[Opening The data section]
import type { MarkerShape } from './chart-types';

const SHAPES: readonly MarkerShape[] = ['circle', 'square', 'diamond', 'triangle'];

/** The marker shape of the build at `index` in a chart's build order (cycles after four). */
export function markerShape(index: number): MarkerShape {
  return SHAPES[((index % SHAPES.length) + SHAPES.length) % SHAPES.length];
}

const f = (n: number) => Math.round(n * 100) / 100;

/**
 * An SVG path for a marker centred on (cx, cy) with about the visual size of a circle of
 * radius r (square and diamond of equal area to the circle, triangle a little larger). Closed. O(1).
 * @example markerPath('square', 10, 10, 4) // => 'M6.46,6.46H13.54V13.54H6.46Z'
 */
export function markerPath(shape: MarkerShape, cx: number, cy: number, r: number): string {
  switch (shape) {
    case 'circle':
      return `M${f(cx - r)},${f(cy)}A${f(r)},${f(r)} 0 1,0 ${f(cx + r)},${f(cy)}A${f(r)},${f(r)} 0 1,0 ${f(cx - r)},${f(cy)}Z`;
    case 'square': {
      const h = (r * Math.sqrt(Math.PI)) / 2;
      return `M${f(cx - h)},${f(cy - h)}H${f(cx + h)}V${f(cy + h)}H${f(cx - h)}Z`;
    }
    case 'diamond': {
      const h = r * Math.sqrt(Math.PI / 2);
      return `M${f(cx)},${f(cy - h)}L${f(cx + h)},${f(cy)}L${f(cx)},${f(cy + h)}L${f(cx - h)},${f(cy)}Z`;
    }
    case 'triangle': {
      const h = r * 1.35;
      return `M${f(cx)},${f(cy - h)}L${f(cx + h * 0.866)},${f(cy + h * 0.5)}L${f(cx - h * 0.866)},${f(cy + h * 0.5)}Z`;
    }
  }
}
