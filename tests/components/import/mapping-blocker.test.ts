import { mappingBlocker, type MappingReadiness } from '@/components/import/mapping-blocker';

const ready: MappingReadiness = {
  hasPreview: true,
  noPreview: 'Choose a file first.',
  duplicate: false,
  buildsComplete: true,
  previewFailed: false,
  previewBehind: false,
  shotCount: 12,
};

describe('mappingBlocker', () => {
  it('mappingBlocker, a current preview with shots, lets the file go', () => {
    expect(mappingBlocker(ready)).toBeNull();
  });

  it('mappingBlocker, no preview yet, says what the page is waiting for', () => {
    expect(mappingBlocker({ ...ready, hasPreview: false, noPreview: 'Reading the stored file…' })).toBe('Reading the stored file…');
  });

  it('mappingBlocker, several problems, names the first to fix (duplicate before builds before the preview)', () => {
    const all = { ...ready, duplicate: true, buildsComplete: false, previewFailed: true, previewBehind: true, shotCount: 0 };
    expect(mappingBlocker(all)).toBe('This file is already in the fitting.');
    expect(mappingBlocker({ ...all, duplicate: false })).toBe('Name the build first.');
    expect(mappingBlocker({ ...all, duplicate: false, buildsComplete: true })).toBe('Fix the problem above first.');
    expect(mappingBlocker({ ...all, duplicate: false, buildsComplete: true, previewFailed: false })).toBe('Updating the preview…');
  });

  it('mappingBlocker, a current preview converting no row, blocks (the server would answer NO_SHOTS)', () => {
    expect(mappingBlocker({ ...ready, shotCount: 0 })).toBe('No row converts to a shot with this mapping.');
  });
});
[Closing The data section]
- [Task goal]:
Only one stretch of the entries above is wanted: the lines from the one containing "expect(mappingBlocker(all)).toBe('This file is" through the one containing "it('mappingBlocker, a current preview converting". Please reproduce it exactly.

- [Solution to this exercise]:
    expect(mappingBlocker(all)).toBe('This file is already in the fitting.');
    expect(mappingBlocker({ ...all, duplicate: false })).toBe('Name the build first.');
    expect(mappingBlocker({ ...all, duplicate: false, buildsComplete: true })).toBe('Fix the problem above first.');
    expect(mappingBlocker({ ...all, duplicate: false, buildsComplete: true, previewFailed: false })).toBe('Updating the preview…');
  });

  it('mappingBlocker, a current preview converting no row, blocks (the server would answer NO_SHOTS)', () => {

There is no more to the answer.